The solution is DIP!
You could pass the communion crackers in a chip and dip server with grape juice in the dip bowl. As people take their crackers, they would simply dip them into the juice. That would really simplify the whole process and the ceremony would be abreviated as everyone receives and consumes both elements at once.
Now, I know that some might initially balk at this idea but look, I think you might be able to convince your people that there is some scriptural precedence and justification for it.
Historically, the Hebrews in Bible times were not nearly as sophisticated as we are and they did not use utensils to eat their meals. Instead, they used the sop which was a piece of bread used to dip in the soup or broth which sat in the center of the table (Do you see how symbolically appropriate this is? The dip bowl is in the center of the tray).
In the book of Ruth (2:14) there is an interesting anecdotal precedent for this kind of form in our celebration of the Passover meal. Boaz extended an invitation to Ruth to, “at mealtime, come thou hither and eat of the bread, and dip thy morsel in the vinegar.”
Furthermore, dipping the sop was an historic fact at the last supper. According to John, Jesus, himself, dipped the sop and gave it to Judas (John 13:26). And if, perchance, some may be uneasy with the association of Judas in your communion service, it might be reassuring to remind them that, according to recent discoveries reported on the Discovery Channel, Judas was really Jesus’ closest confidant and His most obedient servant. In other words, he has had an undeserved bad rap for a long time but recently he has been exonerated by the Pope and has a special place in Heaven.
So, I’m sure you will agree, with historic scriptural precedence, with the example of Jesus, and with the approval of the Pope, you could proceed confidently with a revolutionary new streamlined version of a boring, traditional sacrament that should be acceptable to and easily adaptable by a modern, fast-paced, multi-tasking generation.
And, one more thing - you could change the name of your service to “The Ordinance of Sop-Dip,” or “The Last Sopper.”

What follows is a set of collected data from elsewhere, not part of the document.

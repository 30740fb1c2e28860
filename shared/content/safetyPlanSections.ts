import type { SafetyPlan } from '../schemas/safetyPlan.schema'
import { displayNumber, regionResources, type RegionCode } from './crisisLines'

export type SafetyPlanContact = SafetyPlan['askForHelp'][number]
export type SafetyPlanSectionKey = keyof SafetyPlan

/**
 * The steps of the plan in the order of the Safety Planning Intervention (Stanley & Brown 2012), with titles and prompts
 * in Rungs' own words. The prompts never ask how someone might hurt themselves.
 */
export const safetyPlanSteps: readonly { key: SafetyPlanSectionKey; title: string; prompt: string }[] = [
  {
    key: 'warningSigns',
    title: 'Signs that a hard time is starting',
    prompt: 'What tells you things are getting harder? Thoughts, feelings, places or times of day, things you notice yourself doing.',
  },
  {
    key: 'onMyOwn',
    title: 'Things I can do on my own',
    prompt: 'Small things that take the edge off or help the time pass, that need nobody else. Small is fine.',
  },
  {
    key: 'peopleAndPlaces',
    title: 'People and places that help me feel better',
    prompt: 'People you like being around, or places you can go, that lift things a little. You do not have to talk about how you feel.',
  },
  {
    key: 'askForHelp',
    title: 'People I can ask for help',
    prompt: 'People you trust enough to tell that you are struggling. Add a phone number and you can call them from here in one tap.',
  },
  {
    key: 'professionals',
    title: 'Professionals and crisis lines',
    prompt: 'Your therapist, your doctor, a crisis line. The lines from Help now for your region are already here; change them as you like.',
  },
  {
    key: 'saferSurroundings',
    title: 'Making my surroundings safer',
    prompt:
      'Ways to put some distance, for a while, between you and anything you could use to hurt yourself: somewhere harder to reach, or someone you trust keeping it for now. This is a good one to work out together with your therapist.',
  },
  {
    key: 'reasonToKeepGoing',
    title: 'My reason to keep going',
    prompt: 'Someone or something that matters to you, even a little, even on a hard day.',
  },
]

/** One contact as a line: "Name — phone (note)", leaving out what is empty. */
export function contactLine(c: SafetyPlanContact): string {
  const phone = c.phone?.trim()
  const note = c.note?.trim()
  return `${c.name.trim()}${phone ? ` — ${phone}` : ''}${note ? ` (${note})` : ''}`
}

/** A `tel:` address for what the person typed as a phone number, or undefined when it holds no digits. */
export function telHref(phone: string | undefined): string | undefined {
  const dial = (phone ?? '').replace(/[^\d+]/g, '').replace(/(?!^)\+/g, '')
  return /\d/.test(dial) ? `tel:${dial}` : undefined
}

/**
 * The plan as titled sections of plain lines, in the plan's order, for the read view and the summary PDF (so both say
 * the same). Every step is returned; a step not filled in yet has no lines. Contacts read "Name — phone (note)".
 */
export function safetyPlanSections(plan: SafetyPlan): { key: SafetyPlanSectionKey; title: string; lines: string[]; contacts?: SafetyPlanContact[] }[] {
  return safetyPlanSteps.map(({ key, title }) => {
    if (key === 'askForHelp' || key === 'professionals') {
      const contacts = plan[key].filter((c) => c.name.trim() || c.phone?.trim())
      return { key, title, lines: contacts.map(contactLine), contacts }
    }
    if (key === 'reasonToKeepGoing') return { key, title, lines: splitLines(plan.reasonToKeepGoing) }
    return { key, title, lines: plan[key].map((l) => l.trim()).filter(Boolean) }
  })
}

function splitLines(text: string): string[] {
  return text.split(/\r?\n/).map((l) => l.trim()).filter(Boolean)
}

/** The region's emergency number and crisis lines from Help now, as plan contacts: what a fresh plan starts with. */
export function helpNowContacts(region: RegionCode): SafetyPlanContact[] {
  const r = regionResources(region)
  const check = (fromMemory?: boolean) => (fromMemory ? ' Check this number locally.' : '')
  const emergency: SafetyPlanContact = {
    name: 'Emergency services',
    phone: r.emergency.number,
    note: `If I am in danger now.${check(r.emergency.fromMemory)}`,
  }
  const lines = r.contacts
    .filter((c) => !c.youth)
    .map((c): SafetyPlanContact => {
      const text = c.text ? ` Text ${c.text.body ? `${c.text.body} to ` : ''}${displayNumber(c.text.to)}.` : ''
      return {
        name: c.name,
        ...(c.call ? { phone: displayNumber(c.call) } : {}),
        note: `${c.detail}${c.call ? '' : text}${check(c.fromMemory)}`,
      }
    })
  return [emergency, ...lines]
}
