import type { Role } from '@shared/schemas/auth.schema'
import { RouteName, type RouteNameValue } from './names'

/** Where each role lands after signing in. */
export function homeFor(role: Role | undefined): RouteNameValue {
  if (role === 'therapist') return RouteName.Caseload
  if (role === 'admin') return RouteName.AdminApprovals
  return RouteName.Today
}
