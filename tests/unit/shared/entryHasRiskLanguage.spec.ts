import { describe, expect, it } from 'vitest'
import { entryHasRiskLanguage } from '../../../shared/content/entryHasRiskLanguage'
import type { Entry } from '../../../shared/schemas/entry.schema'

const base: Entry = {
  id: '6f1c9a52-2f1b-4c0e-9d7a-0a4b1c2d3e4f', kind: 'tug', createdAt: 1, updatedAt: 1, version: 1, body: 'A quiet evening',
  wants: [{ text: 'Rest', ladder: [{ id: 'r1', text: 'Feeling steady' }] }], backgroundThoughts: [], tags: [], shares: [],
}

describe('entryHasRiskLanguage', () => {
  it('finds risk language in any field, a rung included', () => {
    expect(entryHasRiskLanguage(base)).toBe(false)
    expect(entryHasRiskLanguage({ ...base, wants: [{ text: 'Rest', ladder: [{ id: 'r1', text: 'I want to end my life' }] }] })).toBe(true)
    expect(entryHasRiskLanguage({ ...base, backgroundThoughts: ['better off dead'] })).toBe(true)
  })

  it('checks fields one by one, so words split across two fields do not join into a phrase', () => {
    expect(entryHasRiskLanguage({ ...base, body: 'I want to kill', meetingPoint: 'myself a little time' })).toBe(entryHasRiskLanguage({ ...base, body: 'I want to kill' }))
  })
})
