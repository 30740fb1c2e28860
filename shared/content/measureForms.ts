/**
 * The PHQ-9 and GAD-7 as printed, with their LOINC codes. The wording is the instruments' own and must not be edited:
 * the validity of the scores depends on it (REFERENCE.md §1a). Both are free to use: "No permission required to
 * reproduce, translate, display or distribute" (Pfizer copyright notice, as in the US Core PHQ-9 Questionnaire).
 */
export type InstrumentId = 'phq9' | 'gad7'

export interface AnswerOption {
  value: 0 | 1 | 2 | 3
  /** LOINC answer code (US Core / PCO IG). */
  code: string
  display: string
}

export interface FormItem {
  /** FHIR linkId, also used as the item's key on the device. */
  linkId: string
  loinc: string
  text: string
}

export interface MeasureForm {
  id: InstrumentId
  /** Name as the trade writes it. */
  name: 'PHQ-9' | 'GAD-7'
  /** What it asks about, in plain words for lists and the therapist's outcome sentences. */
  topic: 'depression' | 'anxiety'
  recall: string
  stem: string
  items: FormItem[]
  panelLoinc: string
  totalLoinc: string
  panelDisplay: string
  totalDisplay: string
  maxTotal: number
  copyright: string
}

// LOINC LA6568-5…LA6571-9 (US Core, PCO IG; REFERENCE.md §4).
export const frequencyOptions: readonly AnswerOption[] = [
  { value: 0, code: 'LA6568-5', display: 'Not at all' },
  { value: 1, code: 'LA6569-3', display: 'Several days' },
  { value: 2, code: 'LA6570-1', display: 'More than half the days' },
  { value: 3, code: 'LA6571-9', display: 'Nearly every day' },
]

/** The difficulty question printed with both forms; not scored. The LOINC codes are not in numeric order. */
export const difficultyQuestion = {
  linkId: 'difficulty',
  loinc: '69722-7',
  text: 'If you checked off any problems, how difficult have these problems made it for you to do your work, take care of things at home, or get along with other people?',
  options: [
    { value: 0, code: 'LA6572-7', display: 'Not difficult at all' },
    { value: 1, code: 'LA6573-5', display: 'Somewhat difficult' },
    { value: 2, code: 'LA6575-0', display: 'Very difficult' },
    { value: 3, code: 'LA6574-3', display: 'Extremely difficult' },
  ] as const satisfies readonly AnswerOption[],
}

export const freeUseNotice =
  'Developed by Drs. Robert L. Spitzer, Janet B.W. Williams, Kurt Kroenke and colleagues, with an educational grant from Pfizer Inc. No permission required to reproduce, translate, display or distribute.'

export const phq9Form: MeasureForm = {
  id: 'phq9',
  name: 'PHQ-9',
  topic: 'depression',
  recall: 'Over the last 2 weeks',
  stem: 'Over the last 2 weeks, how often have you been bothered by any of the following problems?',
  // Kroenke, Spitzer & Williams 2001; LOINC item codes from the PCO IG (REFERENCE.md §4).
  items: [
    { linkId: 'phq9-1', loinc: '44250-9', text: 'Little interest or pleasure in doing things' },
    { linkId: 'phq9-2', loinc: '44255-8', text: 'Feeling down, depressed, or hopeless' },
    { linkId: 'phq9-3', loinc: '44259-0', text: 'Trouble falling or staying asleep, or sleeping too much' },
    { linkId: 'phq9-4', loinc: '44254-1', text: 'Feeling tired or having little energy' },
    { linkId: 'phq9-5', loinc: '44251-7', text: 'Poor appetite or overeating' },
    { linkId: 'phq9-6', loinc: '44258-2', text: 'Feeling bad about yourself — or that you are a failure or have let yourself or your family down' },
    { linkId: 'phq9-7', loinc: '44252-5', text: 'Trouble concentrating on things, such as reading the newspaper or watching television' },
    {
      linkId: 'phq9-8',
      loinc: '44253-3',
      text: 'Moving or speaking so slowly that other people could have noticed? Or the opposite — being so fidgety or restless that you have been moving around a lot more than usual',
    },
    { linkId: 'phq9-9', loinc: '44260-8', text: 'Thoughts that you would be better off dead, or of hurting yourself in some way' },
  ],
  panelLoinc: '44249-1',
  totalLoinc: '44261-6',
  panelDisplay: 'PHQ-9 quick depression assessment panel [Reported.PHQ]',
  totalDisplay: 'Patient Health Questionnaire 9 item (PHQ-9) total score [Reported]',
  maxTotal: 27,
  copyright: `Copyright © Pfizer Inc. ${freeUseNotice}`,
}

export const gad7Form: MeasureForm = {
  id: 'gad7',
  name: 'GAD-7',
  topic: 'anxiety',
  recall: 'Over the last 2 weeks',
  stem: 'Over the last 2 weeks, how often have you been bothered by the following problems?',
  // Spitzer, Kroenke, Williams & Löwe 2006; LOINC item codes from the PCO IG (REFERENCE.md §4).
  items: [
    { linkId: 'gad7-1', loinc: '69725-0', text: 'Feeling nervous, anxious, or on edge' },
    { linkId: 'gad7-2', loinc: '68509-9', text: 'Not being able to stop or control worrying' },
    { linkId: 'gad7-3', loinc: '69733-4', text: 'Worrying too much about different things' },
    { linkId: 'gad7-4', loinc: '69734-2', text: 'Trouble relaxing' },
    { linkId: 'gad7-5', loinc: '69735-9', text: 'Being so restless that it is hard to sit still' },
    { linkId: 'gad7-6', loinc: '69689-8', text: 'Becoming easily annoyed or irritable' },
    { linkId: 'gad7-7', loinc: '69736-7', text: 'Feeling afraid, as if something awful might happen' },
  ],
  panelLoinc: '69737-5',
  totalLoinc: '70274-6',
  panelDisplay: 'Generalized anxiety disorder 7 item (GAD-7)',
  totalDisplay: 'Generalized anxiety disorder 7 item (GAD-7) total score [Reported.PHQ]',
  maxTotal: 21,
  copyright: `Copyright © Pfizer Inc. ${freeUseNotice}`,
}

export const measureForms: Record<InstrumentId, MeasureForm> = { phq9: phq9Form, gad7: gad7Form }

/** The PHQ-9 item on thoughts of self-harm (index 8, LOINC 44260-8). */
export const phq9SelfHarmIndex = 8

/**
 * Maps a LOINC answer code to its score. LA18938-3 "More days than not" is the PCO IG's code for GAD-7 item 2; it is
 * accepted on import as 2 and never emitted (REFERENCE.md §4).
 */
export function scoreOfAnswerCode(code: string): 0 | 1 | 2 | 3 | undefined {
  if (code === 'LA18938-3') return 2
  return frequencyOptions.find((o) => o.code === code)?.value
}
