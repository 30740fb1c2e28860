import { describe, expect, it } from 'vitest'
import {
  gainFromImportance,
  isStableStep,
  meetingAim,
  picturePoints,
  simulateIntegrating,
  simulateLeaky,
  singleLoop,
  stableStep,
  steadyState,
  stuckAims,
  tugPicture,
  type TugLoopParams,
} from '../../../shared/scoring/tugModel'

const last = (xs: number[]): number => {
  const x = xs[xs.length - 1]
  if (x === undefined) throw new Error('empty series')
  return x
}

/** Every number anywhere inside a value, so a test can check none is NaN or infinite. */
function numbersIn(value: unknown): number[] {
  if (typeof value === 'number') return [value]
  if (Array.isArray(value)) return value.flatMap(numbersIn)
  if (value && typeof value === 'object') return Object.values(value).flatMap(numbersIn)
  return []
}

const stuck50: TugLoopParams = { kA: 50, kB: 50, rA: 10, rB: 0, d: 0 }
const fromAbove50: TugLoopParams = { kA: 50, kB: 50, rA: 5, rB: 5, d: 0 }

describe('gainFromImportance', () => {
  it('maps importance 0–10 to gains 0–50, so importance 10 meets the REFERENCE check gain', () => {
    expect(gainFromImportance(10)).toBe(50) // REFERENCE §7 check values use k = 50 (our mapping k = 5 × importance)
    expect(gainFromImportance(3)).toBe(15)
  })

  it('gives no loop for a missing, zero, negative or non-number importance, and caps at 10', () => {
    expect(gainFromImportance(undefined)).toBe(0)
    expect(gainFromImportance(0)).toBe(0)
    expect(gainFromImportance(-2)).toBe(0)
    expect(gainFromImportance(Number.NaN)).toBe(0)
    expect(gainFromImportance(25)).toBe(50)
  })
})

describe('steadyState (leaky two-loop model)', () => {
  it('matches the closed form for a stuck tug: large opposed efforts', () => {
    const s = steadyState(stuck50)
    // REFERENCE §7 check values, derived: q = 500/101 ≈ 4.950, oA ≈ 252.5, oB ≈ −247.5, effort ≈ 500
    expect(s.q).toBeCloseTo(500 / 101, 10) // Åström & Murray 2008, loop algebra: q = (kA·rA + kB·rB + d)/(1 + kA + kB)
    expect(s.q).toBeCloseTo(4.95, 2)
    expect(s.oA).toBeCloseTo(252.5, 1)
    expect(s.oB).toBeCloseTo(-247.5, 1)
    expect(s.effort).toBeCloseTo(500, 6)
  })

  it('matches the closed form when a compatible aim is set from above: effort about a hundredth', () => {
    const s = steadyState(fromAbove50)
    // REFERENCE §7 check values, derived: q ≈ 4.950, oA = oB ≈ 2.475, effort ≈ 4.95
    expect(s.q).toBeCloseTo(4.95, 2)
    expect(s.oA).toBeCloseTo(2.475, 3)
    expect(s.oB).toBeCloseTo(2.475, 3)
    expect(s.effort).toBeCloseTo(4.95, 2)
    expect(s.effort / steadyState(stuck50).effort).toBeCloseTo(1 / 101, 6) // derived: 1/(1 + 2k) for equal gains
  })

  it('satisfies the loop equations it was derived from (oA = kA·eA, oB = kB·eB, q = oA + oB + d)', () => {
    const p: TugLoopParams = { kA: 7, kB: 31, rA: 3, rB: -8, d: 1.5 }
    const s = steadyState(p)
    // Åström & Murray 2008, loop algebra; REFERENCE §7 leaky form with the increments set to zero (derived)
    expect(s.oA).toBeCloseTo(p.kA * (p.rA - s.q), 10)
    expect(s.oB).toBeCloseTo(p.kB * (p.rB - s.q), 10)
    expect(s.q).toBeCloseTo(s.oA + s.oB + p.d, 10)
  })

  it('stays finite with no loop at all or only one loop', () => {
    const none = steadyState({ kA: 0, kB: 0, rA: 10, rB: 0, d: 2 })
    expect(none).toEqual({ q: 2, oA: 0, oB: 0, effort: 0 })
    const one = steadyState({ kA: 50, kB: 0, rA: 10, rB: 0, d: 0 })
    expect(one.oB).toBe(0)
    expect(one.q).toBeCloseTo(500 / 51, 10) // derived from the closed form with kB = 0
    expect(numbersIn(one).every(Number.isFinite)).toBe(true)
  })
})

describe('stableStep and isStableStep', () => {
  it('gives s = 1/(1 + kA + kB), which is inside the bound', () => {
    expect(stableStep(50, 50)).toBeCloseTo(1 / 101, 12) // REFERENCE §7: s = 1/(1 + kA + kB) converges (derived)
    expect(isStableStep(stableStep(50, 50), 50, 50)).toBe(true)
    expect(stableStep(0, 0)).toBe(1)
  })

  it('applies the bound s·(1 + kA + kB) < 2', () => {
    // REFERENCE §7, derived: stable only when s·(1 + kA + kB) < 2; s = 0.05 with gains 50 diverges
    expect(isStableStep(0.05, 50, 50)).toBe(false)
    expect(isStableStep(1.9 / 101, 50, 50)).toBe(true)
    expect(isStableStep(2 / 101, 50, 50)).toBe(false)
    expect(isStableStep(0, 50, 50)).toBe(false)
    expect(isStableStep(Number.NaN, 50, 50)).toBe(false)
  })
})

describe('simulateLeaky', () => {
  it('converges to the closed form with s = 1/(1 + kA + kB)', () => {
    const run = simulateLeaky(stuck50, 3000, stableStep(50, 50))
    const closed = steadyState(stuck50)
    // REFERENCE §7, derived: s = 1/(1 + kA + kB) converges to the closed form
    expect(last(run.q)).toBeCloseTo(closed.q, 6)
    expect(last(run.oA)).toBeCloseTo(closed.oA, 4)
    expect(last(run.oB)).toBeCloseTo(closed.oB, 4)
    expect(last(run.effort)).toBeCloseTo(500, 3)
    expect(run.q).toHaveLength(3001)
  })

  it('also converges near the edge of the bound, oscillating on the way', () => {
    const run = simulateLeaky(stuck50, 6000, 1.9 / 101)
    // REFERENCE §7, derived: any s with s·(1 + kA + kB) < 2 settles
    expect(last(run.q)).toBeCloseTo(steadyState(stuck50).q, 4)
  })

  it('diverges with s = 0.05 at gains 50', () => {
    const run = simulateLeaky(stuck50, 60, 0.05)
    // REFERENCE §7, derived: s = 0.05 and gains 50 gives s·101 = 5.05 > 2, so the run grows without bound
    expect(Math.abs(last(run.q))).toBeGreaterThan(1e20)
    expect(last(run.effort)).toBeGreaterThan(run.effort[30] ?? Infinity)
  })

  it('starts from the given outputs', () => {
    const run = simulateLeaky(fromAbove50, 1, stableStep(50, 50), { oA: 252.5, oB: -247.5 })
    expect(run.oA[0]).toBe(252.5)
    expect(run.effort[0]).toBe(500)
  })

  it('gives finite values when a loop is missing', () => {
    const run = simulateLeaky({ kA: 0, kB: 30, rA: 10, rB: 0, d: 1 }, 200, stableStep(0, 30))
    expect(numbersIn(run).every(Number.isFinite)).toBe(true)
    expect(run.oA.every((o) => o === 0)).toBe(true)
  })
})

describe('simulateIntegrating (pure integrator)', () => {
  it('row 17: a single loop brings p to r and its output cancels the disturbance', () => {
    const r = 10, d = 3, k = 5
    const run = simulateIntegrating(singleLoop(k, r, d), 500, 0.01)
    // REFERENCE §7 check row 17, equations [C], simulated: p ≈ 10.000, o ≈ 7.000, e ≈ 0; steady state p → r, o → r − d
    expect(last(run.q)).toBeCloseTo(r, 3)
    expect(last(run.oA)).toBeCloseTo(r - d, 3)
    expect(last(run.eA)).toBeCloseTo(0, 3)
    expect(run.oB.every((o) => o === 0)).toBe(true)
  })

  it('row 18: equal gains, no limits — q at the virtual reference, fixed errors, outputs running away', () => {
    const p: TugLoopParams = { kA: 5, kB: 5, rA: 10, rB: 0, d: 0 }
    const dt = 0.01, steps = 1000
    const run = simulateIntegrating(p, steps, dt)
    // REFERENCE §7 check row 18, derived: virtual reference (kA·rA + kB·rB)/(kA + kB)
    const virtual = (p.kA * p.rA + p.kB * p.rB) / (p.kA + p.kB)
    const eA = (p.kB * (p.rA - p.rB)) / (p.kA + p.kB)
    const eB = (-p.kA * (p.rA - p.rB)) / (p.kA + p.kB)
    const rate = (p.kA * p.kB * (p.rA - p.rB)) / (p.kA + p.kB)
    expect(virtual).toBe(5)
    expect(rate).toBe(25) // REFERENCE §7 row 18: outputs grow 25 per time unit (derived)
    expect(last(run.q)).toBeCloseTo(virtual, 6)
    expect(last(run.eA)).toBeCloseTo(eA, 6)
    expect(last(run.eB)).toBeCloseTo(eB, 6)
    expect(last(run.oA)).toBeCloseTo(252.5, 3) // REFERENCE §7 check row 18, derived/simulated
    expect(last(run.oB)).toBeCloseTo(-247.5, 3)
    // Growth over the last time unit (100 steps) matches the derived run-away rate.
    const oA900 = run.oA[steps - 100] ?? Number.NaN
    expect(last(run.oA) - oA900).toBeCloseTo(rate * 100 * dt, 3)
  })

  it('row 19: unequal gains put q nearer the stronger aim', () => {
    const p: TugLoopParams = { kA: 8, kB: 2, rA: 10, rB: 0, d: 0 }
    const run = simulateIntegrating(p, 1000, 0.01)
    // REFERENCE §7 check row 19: virtual reference (8·10 + 2·0)/10, simulated
    const virtual = (p.kA * p.rA + p.kB * p.rB) / (p.kA + p.kB)
    expect(virtual).toBe(8)
    expect(last(run.q)).toBeCloseTo(virtual, 6)
    expect(last(run.eA)).toBeCloseTo((p.kB * (p.rA - p.rB)) / (p.kA + p.kB), 6)
    expect(last(run.eA)).toBeCloseTo(2, 6)
    expect(last(run.eB)).toBeCloseTo(-8, 6)
  })

  it('row 20: with output limits both saturate and q is left to the disturbance (stalemate)', () => {
    const p: TugLoopParams = { kA: 5, kB: 5, rA: 10, rB: -10, d: 2 }
    const run = simulateIntegrating(p, 10000, 0.01, { max: 50 })
    // REFERENCE §7 check row 20, derived/simulated: oA = +max, oB = −max, q = d, eA = rA − d, eB = rB − d
    expect(last(run.oA)).toBeCloseTo(50, 9)
    expect(last(run.oB)).toBeCloseTo(-50, 9)
    expect(last(run.q)).toBeCloseTo(p.d, 9)
    expect(last(run.eA)).toBeCloseTo(p.rA - p.d, 9)
    expect(last(run.eA)).toBeCloseTo(8, 9)
    expect(last(run.eB)).toBeCloseTo(-12, 9)
    expect(Math.max(...run.oA.map(Math.abs), ...run.oB.map(Math.abs))).toBeLessThanOrEqual(50)
  })

  it('without limits the same conflict escalates past any limit', () => {
    const run = simulateIntegrating({ kA: 5, kB: 5, rA: 10, rB: -10, d: 2 }, 10000, 0.01)
    // REFERENCE §7, derived: without limits outputs run away in opposite directions
    expect(last(run.oA)).toBeGreaterThan(1000)
    expect(last(run.oB)).toBeLessThan(-1000)
  })
})

describe('tugPicture', () => {
  it('holds the situation between the aims while the efforts oppose and stay large', () => {
    const pic = tugPicture({ importance: 10 }, { importance: 10 }, false)
    if (!pic.hasPull) throw new Error('expected a pull')
    expect(pic.gains).toEqual({ kA: 50, kB: 50 })
    expect(pic.stuck.rA).toBe(stuckAims.rA)
    expect(pic.stuck.rB).toBe(stuckAims.rB)
    expect(pic.stuck.q).toHaveLength(picturePoints)
    const lo = Math.min(stuckAims.rA, stuckAims.rB), hi = Math.max(stuckAims.rA, stuckAims.rB)
    expect(pic.stuck.q.slice(1).every((q) => q > lo && q < hi)).toBe(true)
    expect(last(pic.stuck.oA)).toBeGreaterThan(200)
    expect(last(pic.stuck.oB)).toBeLessThan(-200)
    expect(pic.summary.stuckEffort).toBeCloseTo(500, 6) // REFERENCE §7 check values, derived
    expect(pic.meeting).toBeNull()
    expect(pic.summary.meetingEffort).toBeNull()
    expect(pic.summary.ratio).toBeNull()
  })

  it('with a meeting point, effort falls from the stuck level to a small fraction of it', () => {
    const pic = tugPicture({ importance: 10 }, { importance: 10 }, true)
    if (!pic.hasPull || !pic.meeting) throw new Error('expected a meeting series')
    expect(pic.meeting.rA).toBe(meetingAim)
    expect(pic.meeting.rB).toBe(meetingAim)
    expect(pic.meeting.effort[0]).toBeCloseTo(500, 6)
    expect(last(pic.meeting.effort)).toBeLessThan(0.02 * 500)
    expect(pic.summary.meetingEffort).toBeCloseTo(4.95, 2) // REFERENCE §7 check values, derived: effort ≈ 4.95
    expect(pic.summary.ratio).toBeCloseTo(1 / 101, 6) // derived: 1/(1 + 2k) for equal gains k = 50
  })

  it('keeps the meeting-point effort under a tenth of the stuck effort for every pair of importances 1–10', () => {
    for (let a = 1; a <= 10; a++) {
      for (let b = 1; b <= 10; b++) {
        const pic = tugPicture({ importance: a }, { importance: b }, true)
        if (!pic.hasPull) throw new Error(`expected a pull for ${a}/${b}`)
        // derived from the closed form: the largest ratio is 1/11, at importance 1 and 1 (k = 5 each)
        expect(pic.summary.ratio).toBeLessThan(0.1)
      }
    }
  })

  it.each([
    ['a missing second want', { importance: 7 }, undefined, 1],
    ['importance 0 on one side', { importance: 0 }, { importance: 8 }, 1],
    ['no importance given', {}, { importance: 8 }, 1],
    ['no wants at all', undefined, undefined, 0],
  ])('has no pull to draw with %s, and no NaN or Infinity', (_label, a, b, loops) => {
    for (const meeting of [true, false]) {
      const pic = tugPicture(a, b, meeting)
      expect(pic.hasPull).toBe(false)
      expect(pic.loops).toBe(loops)
      expect(pic.stuck).toBeNull()
      expect(numbersIn(pic).every(Number.isFinite)).toBe(true)
      expect(JSON.stringify(pic)).not.toMatch(/NaN|Infinity/)
    }
  })

  it('gives only finite numbers for any pair of importances', () => {
    for (const a of [0.5, 1, 5, 10, 12]) {
      for (const b of [0.5, 3, 10]) {
        expect(numbersIn(tugPicture({ importance: a }, { importance: b }, true)).every(Number.isFinite)).toBe(true)
      }
    }
  })
})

I trust you will embrace these suggestions and make them part of your lovefests. I am starting to work on a new and more enjoyable way to do baptisms. I’ll keep you informed about how it’s going.
3 comments:
So what about a way to distribute this sopper that would save time and man power? Seems like at our church they sometimes need last minute help as not enough of the prescribed deacons are in attendance for the needed service of distributing the trays. Maybe everyone could just file to the front of the church during the song time. That might save time and you would only need a couple of people/pastor types to serve. Just sing the normal four songs in a row and your done.
Ralph,
Mad is the first word that comes to mind.....your post made me "sopping" mad....well not really but you are to late to lay claim to this "fine" idea. I have been to a church that did almost the exact same thing. a roll of bread and a cup of wine, so the "seekers" could rip off a chunk and dip it into the glass. What a sad state of affairs when the "church" handles communion (and everything else) spuriosly.